PROBLEM TO SOLVE →
Print back every record below, exactly as it stands.

SUPPLIED INFORMATION →

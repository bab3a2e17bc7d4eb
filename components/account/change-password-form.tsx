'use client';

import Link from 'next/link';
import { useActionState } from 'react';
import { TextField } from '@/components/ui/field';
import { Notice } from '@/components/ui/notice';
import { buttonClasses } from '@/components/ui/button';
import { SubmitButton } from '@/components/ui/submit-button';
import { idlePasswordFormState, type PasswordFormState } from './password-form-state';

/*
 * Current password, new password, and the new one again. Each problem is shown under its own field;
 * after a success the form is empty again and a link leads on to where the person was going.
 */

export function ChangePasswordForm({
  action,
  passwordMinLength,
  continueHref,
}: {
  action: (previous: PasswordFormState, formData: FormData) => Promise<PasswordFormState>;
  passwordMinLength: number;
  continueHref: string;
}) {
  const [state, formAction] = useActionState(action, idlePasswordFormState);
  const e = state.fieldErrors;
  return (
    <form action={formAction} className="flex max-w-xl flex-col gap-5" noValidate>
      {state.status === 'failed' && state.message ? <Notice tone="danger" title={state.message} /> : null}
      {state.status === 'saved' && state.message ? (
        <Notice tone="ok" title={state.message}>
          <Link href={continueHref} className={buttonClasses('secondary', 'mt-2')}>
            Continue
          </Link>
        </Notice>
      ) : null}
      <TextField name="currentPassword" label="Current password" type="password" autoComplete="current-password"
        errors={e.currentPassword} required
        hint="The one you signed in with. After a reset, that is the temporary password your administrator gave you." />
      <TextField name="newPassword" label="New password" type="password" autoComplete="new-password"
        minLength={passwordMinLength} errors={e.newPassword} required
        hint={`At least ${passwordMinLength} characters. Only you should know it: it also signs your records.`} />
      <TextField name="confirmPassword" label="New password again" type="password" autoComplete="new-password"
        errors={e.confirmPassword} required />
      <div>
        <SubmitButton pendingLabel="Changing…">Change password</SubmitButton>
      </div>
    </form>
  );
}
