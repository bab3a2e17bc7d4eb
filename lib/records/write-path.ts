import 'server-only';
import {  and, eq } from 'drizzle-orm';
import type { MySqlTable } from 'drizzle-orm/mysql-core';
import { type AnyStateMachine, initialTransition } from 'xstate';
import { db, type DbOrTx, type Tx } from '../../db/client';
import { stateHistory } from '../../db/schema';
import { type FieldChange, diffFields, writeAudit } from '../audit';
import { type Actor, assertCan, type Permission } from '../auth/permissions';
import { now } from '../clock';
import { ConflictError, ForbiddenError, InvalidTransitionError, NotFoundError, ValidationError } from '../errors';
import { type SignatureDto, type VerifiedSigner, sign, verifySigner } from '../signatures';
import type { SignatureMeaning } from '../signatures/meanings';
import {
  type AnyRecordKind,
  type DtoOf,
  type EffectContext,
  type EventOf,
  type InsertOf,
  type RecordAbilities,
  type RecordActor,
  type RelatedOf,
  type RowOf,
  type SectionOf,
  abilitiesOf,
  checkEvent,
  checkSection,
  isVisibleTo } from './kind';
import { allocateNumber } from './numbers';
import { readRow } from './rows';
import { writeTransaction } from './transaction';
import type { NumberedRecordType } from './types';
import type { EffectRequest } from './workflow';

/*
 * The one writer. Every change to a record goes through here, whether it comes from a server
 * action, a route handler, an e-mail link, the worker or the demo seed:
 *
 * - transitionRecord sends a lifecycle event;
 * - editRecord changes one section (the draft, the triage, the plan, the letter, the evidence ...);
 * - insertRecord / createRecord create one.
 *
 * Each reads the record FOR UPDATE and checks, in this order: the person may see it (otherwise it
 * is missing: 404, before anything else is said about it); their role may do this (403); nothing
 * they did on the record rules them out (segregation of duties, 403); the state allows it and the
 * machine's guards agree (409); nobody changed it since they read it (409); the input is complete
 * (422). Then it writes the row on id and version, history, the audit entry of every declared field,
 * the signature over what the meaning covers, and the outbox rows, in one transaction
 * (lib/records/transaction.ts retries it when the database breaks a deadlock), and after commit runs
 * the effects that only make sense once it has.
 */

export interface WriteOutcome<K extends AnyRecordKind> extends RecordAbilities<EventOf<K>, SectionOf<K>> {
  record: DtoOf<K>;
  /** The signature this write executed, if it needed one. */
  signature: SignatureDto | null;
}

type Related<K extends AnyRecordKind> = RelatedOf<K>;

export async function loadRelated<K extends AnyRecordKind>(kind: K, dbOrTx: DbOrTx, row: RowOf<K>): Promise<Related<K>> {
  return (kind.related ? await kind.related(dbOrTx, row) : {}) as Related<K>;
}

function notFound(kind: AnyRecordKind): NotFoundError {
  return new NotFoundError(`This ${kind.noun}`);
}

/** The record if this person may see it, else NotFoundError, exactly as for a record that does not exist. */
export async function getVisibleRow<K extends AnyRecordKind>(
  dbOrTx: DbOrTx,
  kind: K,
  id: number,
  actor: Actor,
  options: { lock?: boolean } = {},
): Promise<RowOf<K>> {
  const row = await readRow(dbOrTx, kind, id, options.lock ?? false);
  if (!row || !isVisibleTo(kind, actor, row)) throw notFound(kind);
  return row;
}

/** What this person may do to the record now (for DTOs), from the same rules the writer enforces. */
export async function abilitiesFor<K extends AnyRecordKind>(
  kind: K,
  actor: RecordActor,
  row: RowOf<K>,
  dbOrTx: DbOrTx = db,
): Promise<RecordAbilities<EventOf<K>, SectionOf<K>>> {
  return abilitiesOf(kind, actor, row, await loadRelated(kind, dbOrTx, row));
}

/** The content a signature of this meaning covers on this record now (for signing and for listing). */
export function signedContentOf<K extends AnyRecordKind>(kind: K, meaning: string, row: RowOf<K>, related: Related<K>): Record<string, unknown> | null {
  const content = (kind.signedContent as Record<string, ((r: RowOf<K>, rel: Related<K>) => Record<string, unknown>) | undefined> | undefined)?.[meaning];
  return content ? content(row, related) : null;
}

OUTPUT BELOW →
repository bab3a2e17bc7d4eb
filename components/account/change-password-form.tsx
'use client';

import Link from 'next/link';
import { useActionState } from 'react';
import { TextField } from '@/components/ui/field';
import { Notice } from '@/components/ui/notice';
import { buttonClasses } from '@/components/ui/button';
import { SubmitButton } from '@/components/ui/submit-button';
import { idlePasswordFormState, type PasswordFormState } from './password-form-state';

/*
 * Current password, new password, and the new one again. Each problem is shown under its own field;
 * after a success the form is empty again and a link leads on to where the person was going.
 */

export function ChangePasswordForm({
  action,
  passwordMinLength,
  continueHref,
}: {
  action: (previous: PasswordFormState, formData: FormData) => Promise<PasswordFormState>;
  passwordMinLength: number;
  continueHref: string;
}) {
  const [state, formAction] = useActionState(action, idlePasswordFormState);
  const e = state.fieldErrors;
  return (
    <form action={formAction} className="flex max-w-xl flex-col gap-5" noValidate>
      {state.status === 'failed' && state.message ? <Notice tone="danger" title={state.message} /> : null}
      {state.status === 'saved' && state.message ? (
        <Notice tone="ok" title={state.message}>
          <Link href={continueHref} className={buttonClasses('secondary', 'mt-2')}>
            Continue
          </Link>
        </Notice>
      ) : null}
      <TextField name="currentPassword" label="Current password" type="password" autoComplete="current-password"
        errors={e.currentPassword} required
        hint="The one you signed in with. After a reset, that is the temporary password your administrator gave you." />
      <TextField name="newPassword" label="New password" type="password" autoComplete="new-password"
        minLength={passwordMinLength} errors={e.newPassword} required
        hint={`At least ${passwordMinLength} characters. Only you should know it: it also signs your records.`} />
      <TextField name="confirmPassword" label="New password again" type="password" autoComplete="new-password"
        errors={e.confirmPassword} required />
      <div>
        <SubmitButton pendingLabel="Changing…">Change password</SubmitButton>
      </div>
    </form>
  );
}
repository bab3a2e17bc7d4eb
filename lib/records/write-path.ts
import 'server-only';
import {  and, eq } from 'drizzle-orm';
import type { MySqlTable } from 'drizzle-orm/mysql-core';
import { type AnyStateMachine, initialTransition } from 'xstate';
import { db, type DbOrTx, type Tx } from '../../db/client';
import { stateHistory } from '../../db/schema';
import { type FieldChange, diffFields, writeAudit } from '../audit';
import { type Actor, assertCan, type Permission } from '../auth/permissions';
import { now } from '../clock';
import { ConflictError, ForbiddenError, InvalidTransitionError, NotFoundError, ValidationError } from '../errors';
import { type SignatureDto, type VerifiedSigner, sign, verifySigner } from '../signatures';
import type { SignatureMeaning } from '../signatures/meanings';
import {
  type AnyRecordKind,
  type DtoOf,
  type EffectContext,
  type EventOf,
  type InsertOf,
  type RecordAbilities,
  type RecordActor,
  type RelatedOf,
  type RowOf,
  type SectionOf,
  abilitiesOf,
  checkEvent,
  checkSection,
  isVisibleTo } from './kind';
import { allocateNumber } from './numbers';
import { readRow } from './rows';
import { writeTransaction } from './transaction';
import type { NumberedRecordType } from './types';
import type { EffectRequest } from './workflow';

/*
 * The one writer. Every change to a record goes through here, whether it comes from a server
 * action, a route handler, an e-mail link, the worker or the demo seed:
 *
 * - transitionRecord sends a lifecycle event;
 * - editRecord changes one section (the draft, the triage, the plan, the letter, the evidence ...);
 * - insertRecord / createRecord create one.
 *
 * Each reads the record FOR UPDATE and checks, in this order: the person may see it (otherwise it
 * is missing: 404, before anything else is said about it); their role may do this (403); nothing
 * they did on the record rules them out (segregation of duties, 403); the state allows it and the
 * machine's guards agree (409); nobody changed it since they read it (409); the input is complete
 * (422). Then it writes the row on id and version, history, the audit entry of every declared field,
 * the signature over what the meaning covers, and the outbox rows, in one transaction
 * (lib/records/transaction.ts retries it when the database breaks a deadlock), and after commit runs
 * the effects that only make sense once it has.
 */

export interface WriteOutcome<K extends AnyRecordKind> extends RecordAbilities<EventOf<K>, SectionOf<K>> {
  record: DtoOf<K>;
  /** The signature this write executed, if it needed one. */
  signature: SignatureDto | null;
}

type Related<K extends AnyRecordKind> = RelatedOf<K>;

export async function loadRelated<K extends AnyRecordKind>(kind: K, dbOrTx: DbOrTx, row: RowOf<K>): Promise<Related<K>> {
  return (kind.related ? await kind.related(dbOrTx, row) : {}) as Related<K>;
}

function notFound(kind: AnyRecordKind): NotFoundError {
  return new NotFoundError(`This ${kind.noun}`);
}

/** The record if this person may see it, else NotFoundError, exactly as for a record that does not exist. */
export async function getVisibleRow<K extends AnyRecordKind>(
  dbOrTx: DbOrTx,
  kind: K,
  id: number,
  actor: Actor,
  options: { lock?: boolean } = {},
): Promise<RowOf<K>> {
  const row = await readRow(dbOrTx, kind, id, options.lock ?? false);
  if (!row || !isVisibleTo(kind, actor, row)) throw notFound(kind);
  return row;
}

/** What this person may do to the record now (for DTOs), from the same rules the writer enforces. */
export async function abilitiesFor<K extends AnyRecordKind>(
  kind: K,
  actor: RecordActor,
  row: RowOf<K>,
  dbOrTx: DbOrTx = db,
): Promise<RecordAbilities<EventOf<K>, SectionOf<K>>> {
  return abilitiesOf(kind, actor, row, await loadRelated(kind, dbOrTx, row));
}

/** The content a signature of this meaning covers on this record now (for signing and for listing). */
export function signedContentOf<K extends AnyRecordKind>(kind: K, meaning: string, row: RowOf<K>, related: Related<K>): Record<string, unknown> | null {
  const content = (kind.signedContent as Record<string, ((r: RowOf<K>, rel: Related<K>) => Record<string, unknown>) | undefined> | undefined)?.[meaning];
  return content ? content(row, related) : null;
}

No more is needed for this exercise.